Человеческое и для людей (СИ) - Тихоходова Яна (читаем бесплатно книги полностью .txt) 📗
Позиция его сильнейшества тоже была однозначной: «Нет, это очень грустно, конечно, это настоящая трагедия, но откуда ж вы могли знать, когда даже мы не знали? Если кого винить, то нас… и Создателей, которые эти тоннели сотворили, и вот на кой? Ладно Вежские или Увермандские, те хоть красивые; заслуженные достопримечательности, а эти-то — зачем, да ещё и под проклятым полем? Я подниму архивы, попробую что-нибудь раскопать — расскажу тебе, что разузнаю, если тебе интересно… Но я отклонился от темы. Друг мой, я со справедливейшим Ферионом солидарен: вы ни в чём не виноваты точно — и уверяю, никто вас и не винит: ни мы, ни ваши собратья во Приближении… Разве что родители, пока горе свежо, но это иррационально, ты же понимаешь».
И нет, на самом деле он не понимал, что здесь было иррациональным.
За… десять, Создатели милосердные, десять с лишним месяцев он ни разу не встретился с теми, перед кем провинился катастрофически — почти за год он так и не попросил у них прощения, хотя какой прок от его сожалений, разве стало бы кому-нибудь легче от убогого набора пустых слов?
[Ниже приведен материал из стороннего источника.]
package hydraulics

import (
	"fmt"
	"math"

	"flowset/internal/fluid"
)

// Pipe is a straight run of round pipe. Its pressure drop follows the
// Darcy-Weisbach equation dp = f (L/D) ρ v|v|/2 with the friction factor of
// FrictionFactor. Lengths are in m.
type Pipe struct {
	Bore      float64 // inside diameter, m
	Length    float64 // m
	Roughness float64 // absolute roughness ε, m
}

// Validate reports whether the pipe's dimensions make sense; Drop of a pipe
// that fails Validate returns NaN or Inf.
func (p Pipe) Validate() error {
	switch {
	case !(p.Bore > 0) || math.IsInf(p.Bore, 1):
		return fmt.Errorf("pipe: bore %g m must be positive: %w", p.Bore, ErrInvalid)
	case !(p.Length >= 0) || math.IsInf(p.Length, 1):
		return fmt.Errorf("pipe: length %g m must be non-negative: %w", p.Length, ErrInvalid)
	case !(p.Roughness >= 0) || p.Roughness/p.Bore > MaxRelRoughness:
		return fmt.Errorf("pipe: roughness %g m outside [0, %g] of the bore: %w", p.Roughness, MaxRelRoughness, ErrInvalid)
	}
	return nil
}

// Area returns the flow area in m2.
func (p Pipe) Area() float64 { return math.Pi / 4 * p.Bore * p.Bore }

// Velocity returns the mean velocity in m/s at flow q [m3/s], signed like q.
func (p Pipe) Velocity(q float64) float64 { return q / p.Area() }

// Reynolds returns the Reynolds number ρ|v|D/μ at flow q [m3/s].
func (p Pipe) Reynolds(q float64, f fluid.State) float64 {
	return f.Density * math.Abs(p.Velocity(q)) * p.Bore / f.Viscosity
}

// Drop implements Element. In laminar flow it uses the Hagen-Poiseuille form
// dp = 32 μ L v / D², which is the Darcy-Weisbach equation with f = 64/Re
// written without the division by Re, so the slope stays finite at q = 0.
// Elsewhere the slope is exact: d(f v|v|)/dv = |v| (2f + Re df/dRe).
//
// The divisions are by the pipe's and fluid's constants only, so they do not
// wait for q: Drop sits on the critical path of every network evaluation.
func (p Pipe) Drop(q float64, f fluid.State) (dp, slope float64) {
	area := p.Area()
	invA := 1 / area
	req := f.Density * p.Bore / (f.Viscosity * area) // Re per unit |q|
	v := q * invA
	re := math.Abs(q) * req
	if re <= LaminarLimit {
		c := 32 * f.Viscosity * p.Length / (p.Bore * p.Bore)
		return c * v, c * invA
	}
	ff, df := friction(re, p.Roughness/p.Bore)
	k := p.Length / p.Bore * f.Density / 2
	av := math.Abs(v)
	return k * ff * v * av, k * av * (2*ff + re*df) * invA
}

// Fitting is a lumped minor loss (bend, tee, strainer, entry and exit):
// dp = K ρ v|v|/2 with v the mean velocity in a bore of Bore metres, K
// constant (fully turbulent tables such as those of Idelchik or Crane TP-410
// give K for a reference bore).
type Fitting struct {
	K    float64 // loss coefficient, dimensionless
	Bore float64 // reference inside diameter, m
}

// Validate reports whether the fitting's parameters make sense.
func (ft Fitting) Validate() error {
	if !(ft.K >= 0) || math.IsInf(ft.K, 1) {
		return fmt.Errorf("fitting: loss coefficient %g must be non-negative: %w", ft.K, ErrInvalid)
	}
	if !(ft.Bore > 0) || math.IsInf(ft.Bore, 1) {
		return fmt.Errorf("fitting: bore %g m must be positive: %w", ft.Bore, ErrInvalid)
	}
	return nil
}

// Drop implements Element.
func (ft Fitting) Drop(q float64, f fluid.State) (dp, slope float64) {
	area := math.Pi / 4 * ft.Bore * ft.Bore
	v := q / area
	c := ft.K * f.Density / 2
	return c * v * math.Abs(v), 2 * c * math.Abs(v) / area
}

// Terminal is a coil, heat exchanger, fan-coil or other terminal unit known
// by one rated point: dp = RatedDrop (q/RatedFlow)|q/RatedFlow|, the square
// law of fully turbulent flow.
//
// The density effect is neglected: the rated drop is taken as valid for the
// liquid actually circulated. Water density varies by under 3 % across 5-90
// °C, below the accuracy of a manufacturer's rating; for glycol mixtures give
// the rated drop for the mixture.
type Terminal struct {
	RatedDrop float64 // Pa at RatedFlow
	RatedFlow float64 // m3/s
}

// Validate reports whether the rated point makes sense.
func (t Terminal) Validate() error {
	if !(t.RatedDrop > 0) || math.IsInf(t.RatedDrop, 1) {
		return fmt.Errorf("terminal: rated drop %g Pa must be positive: %w", t.RatedDrop, ErrInvalid)
	}
	if !(t.RatedFlow > 0) || math.IsInf(t.RatedFlow, 1) {
		return fmt.Errorf("terminal: rated flow %g m3/s must be positive: %w", t.RatedFlow, ErrInvalid)
	}
	return nil
}

// Drop implements Element.
func (t Terminal) Drop(q float64, _ fluid.State) (dp, slope float64) {
	r := q / t.RatedFlow
	return t.RatedDrop * r * math.Abs(r), 2 * t.RatedDrop * math.Abs(r) / t.RatedFlow
}

// Scaled multiplies another element's drop and slope by Factor. Calibration
// fits such factors as resistance multipliers (fouling, unknown fittings).
type Scaled struct {
	E      Element
	Factor float64
}

// Validate reports whether the factor is non-negative and finite and the
// wrapped element is valid (when it has a Validate method).
func (s Scaled) Validate() error {
	if s.E == nil {
		return fmt.Errorf("scaled: no element: %w", ErrInvalid)
	}
	if !(s.Factor >= 0) || math.IsInf(s.Factor, 1) {
		return fmt.Errorf("scaled: factor %g must be non-negative: %w", s.Factor, ErrInvalid)
	}
	return validate(s.E)
}

// Drop implements Element. Its derivative with respect to Factor, which
// the calibration needs, is the wrapped element's drop.
func (s Scaled) Drop(q float64, f fluid.State) (dp, slope float64) {
	dp, slope = s.E.Drop(q, f)
	return s.Factor * dp, s.Factor * slope
}

// Series is elements in series carrying the same flow; its drop and slope
// are the sums of theirs.
type Series []Element

// Validate reports whether every element that has a Validate method is
// valid, naming the first that is not by its position.
func (s Series) Validate() error {
	for i, e := range s {
		if e == nil {
			return fmt.Errorf("series: element %d is nil: %w", i, ErrInvalid)
		}
		if err := validate(e); err != nil {
			return fmt.Errorf("series: element %d: %w", i, err)
		}
	}
	return nil
}

// validate calls e's Validate method when it has one.
func validate(e Element) error {
	if v, ok := e.(interface{ Validate() error }); ok {
		return v.Validate()
	}
	return nil
}

// Drop implements Element.
func (s Series) Drop(q float64, f fluid.State) (dp, slope float64) {
	for _, e := range s {
		d, sl := e.Drop(q, f)
		dp += d
		slope += sl
	}
	return dp, slope
}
Не стало бы — и ему самому легче заслуженно не становилось.
Сначала он пытался продолжать работать, но другим было с ним… некомфортно; он — что хуже всего — не виделся им преступником, нет: большинство воспринимало его как ещё одного потерпевшего — жертву обстоятельств, с которой неуютно разговаривать, как-то иначе взаимодействовать и просто находиться рядом.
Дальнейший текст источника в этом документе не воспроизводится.